Bullying is a problem across all segments of society. People of all ages, sexes and socioeconomic groups have been victimized by bullies — or become bullies themselves. According to a survey by the iSafe Foundation, more than half of all teens have been bullied at some point in their lives, and a CareerBuilder survey revealed almost 40 percent of adults have been the target of a bully in the workplace. Because bullying has been proven to contribute to poor performance at school or work, low self-esteem, anxiety, depression and even suicide, it’s vital we understand the causes of bullying behavior so we can take steps to prevent it.
Very few bullies engage in their abusive behaviors simply because they can or because they are not nice people. Bullying is officially defined as the repeated, aggressive use of power — whether physical, social, or intellectual — to harm or control another person. Bullies seek to create this imbalance of power, often to feel more in control of their own lives and circumstances. According to several recent studies, this need for power and control is often related to problems at home, most commonly domestic violence.
Violence at Home, Violence at School?
Any parent understands the basic concept of how kids gain information: children learn what they see. Children look for cues from their parents as to how they should behave or react in every situation.
Therefore, it only makes sense when parents engage in abusive, violent and bullying behaviors, their children learn to cope with the world using those same behaviors. This was the conclusion reached by a CDC study, which found the vast majority of bullies report witnessing or experiencing violent or abusive behaviors at home.
According to another study published in the Archives of Pediatric and Adolescent Medicine, the cycle of abuse often continues into adulthood. Researchers discovered both bullies and their victims have a much greater likelihood of becoming abusers in adulthood than those children who do not experience bullying. Another study, from Journal of Adolescent Health, discovered a correlation between bullying and sexual abuse and violence. According to the research conducted by the CDC and the University of Illinois, those children who engage in bullying behavior, particularly focused on sexual harassment or homophobic slurs, are considerably more likely to perpetrate sexual violence in the future.
Working Together to End Bullying
While there are clear connections between bullying behaviors and domestic violence, there are some differences in the perceptions of the victims of the crimes. Victims of bullies, particularly children, are often viewed as innocent victims of unwarranted attacks, while domestic violence victims are viewed by some as “deserving” their abuse because of their actions or behavior. However, as the parallels between bullying and domestic violence become clearer, law enforcement personnel, MSCRIM students and victims’ advocates learn more about how these crimes impact individuals and society, the perceptions are shifting. Advocacy organizations are working to build awareness of the similarities between bullying and domestic violence and the connections between victims of abuse and bullying behaviors in hopes a better understanding will change popular perception of domestic violence victims.

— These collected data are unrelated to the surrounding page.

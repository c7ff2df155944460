/**
 * One sentence of the program: `{name}` is filled with the evidence of that name as number and unit, `{name%}` as a percentage,
 * `{unit}`, `{stream}`, `{port}`, `{setting}` with the place. `next` says what to do about it.
 */
export interface Sentence {
  readonly title: string;
  readonly says: string;
  readonly next?: string;
}

/** Words of one kind of unit. What is not listed is shown by its key's own words. */
export interface KindWords {
  /** In running text: "flash drum". */
  readonly name: string;
  /** One line under the name on the shelf. */
  readonly about: string;
  readonly ports?: Readonly<Record<string, string>>;
  readonly settings?: Readonly<Record<string, string>>;
  readonly results?: Readonly<Record<string, string>>;
  readonly options?: Readonly<Record<string, string>>;
  readonly sentences?: Readonly<Record<string, Sentence>>;
}
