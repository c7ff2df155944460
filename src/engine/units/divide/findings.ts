/** Codes a divide may emit. */
export const DIVIDE_FINDINGS = [
  'divide/no-rest-outlet',
  'divide/several-rest-outlets',
  'divide/unknown-outlet',
  'divide/share-below-zero',
  'divide/shares-above-whole',
  'divide/flow-from-nothing',
] as const;
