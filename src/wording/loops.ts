import type { UnitId } from '../engine/ids';
import type { Finding } from '../engine/outcome';
import type { SayContext } from './say';

/** So many units of a loop are named, the rest are counted. */
const NAMED = 3;
/** Dots on the line: the sheet shows no tag of theirs. */
const DOTS = new Set(['join', 'divide']);

/** "a", "a and b", "a, b and c". */
const listed = (words: readonly string[]): string =>
  words.length < 2 ? words.join() : `${words.slice(0, -1).join(', ')} and ${words.at(-1)}`;

/** "C-101, P-101 and 4 more": a loop by its units, in the order of their tags, those that the sheet shows first. */
export function loopName(units: readonly UnitId[], ctx: Pick<SayContext, 'tag' | 'kind'>): string {
  const isDot = (unit: UnitId): boolean => DOTS.has(ctx.kind?.(unit) ?? '');
  const tagsOf = (some: readonly UnitId[]): readonly string[] =>
    some.map((unit) => ctx.tag?.(unit) ?? unit).sort((a, b) => a.localeCompare(b, 'en', { numeric: true }));
  const tags = [...tagsOf(units.filter((unit) => !isDot(unit))), ...tagsOf(units.filter(isDot))];
  const [shown, more] = tags.length <= NAMED + 1 ? [tags, 0] : [tags.slice(0, NAMED), tags.length - NAMED];
  return more > 0 ? `${shown.join(', ')} and ${more} more` : listed(shown);
}

/** What stops a loop, by the code of its finding; the loop is named behind it. */
const STOPS: Readonly<Record<string, (chemicals: string, isOne: boolean) => string>> = {
  'network/no-way-out': (chemicals, isOne) =>
    `${chemicals} ${isOne ? 'has' : 'have'} no way out of the loop of`,
  'network/nothing-enters': () => 'nothing enters the loop of',
  'network/loop-unsettled': () => 'no solution for the loop of',
  'network/pressure-falls': () => 'the pressure falls all round the loop of',
};

/**
 * In few words what stops a whole loop: "nitrogen has no way out of the loop of V-101 and K-101"; undefined of a finding that is
 * not about a loop. All units of a loop carry the same finding.
 */
export function sayLoopStop(
  finding: Finding,
  ctx: Pick<SayContext, 'tag' | 'kind' | 'chemical'>,
): string | undefined {
  const says = Object.hasOwn(STOPS, finding.code) ? STOPS[finding.code] : undefined;
  if (!says) return undefined;
  const texts = (name: string): readonly string[] =>
    finding.evidence.flatMap((e) => (e.name === name && e.text !== undefined ? [e.text] : []));
  const chemicals = texts('chemical').map((id) => ctx.chemical?.(id) ?? id);
  return `${says(listed(chemicals), chemicals.length === 1)} ${loopName(texts('unit') as UnitId[], ctx)}`;
}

Schools, local law enforcement, domestic violence organizations and health care providers are working together to identify and prevent violence sooner, and developing education and awareness programs to help stop the cycle of violence early on. Most schools have developed zero-tolerance policies for bullying, and professionals are being more effectively trained to identify the signs of domestic violence and engage in early intervention. Experts note children from abusive homes who receive effective treatment, including cognitive behavioral therapy, can break the cycle of violence and develop healthy, equal relationships.
The issue of workplace bullying is also receiving greater attention, especially since it is often connected to domestic violence at home. Experts at the Workplace Bullying Institute note someone who is bullied at work is more likely to be abusive or bullying at home because they want to regain the power they have lost at the office. Being abused at worked can trigger negative behaviors at home when a victim releases pent up anger and frustration on family members. Workplace bullying leads to lost productivity, high turnover and other issues, many workplaces are taking cues from schools and developing zero-tolerance policies as well as reporting procedures and stiff consequences for offenders.
Some bullies are cruel to others because they can be or because they think it is funny. However, more often than not, bullying is a learned behavior or the result of a need to regain control over at least one aspect of life when domestic abuse is a daily reality. Understanding the correlations between domestic violence and bullying brings us one step closer to solving the problem and helping people of all ages develop healthy, safe relationships.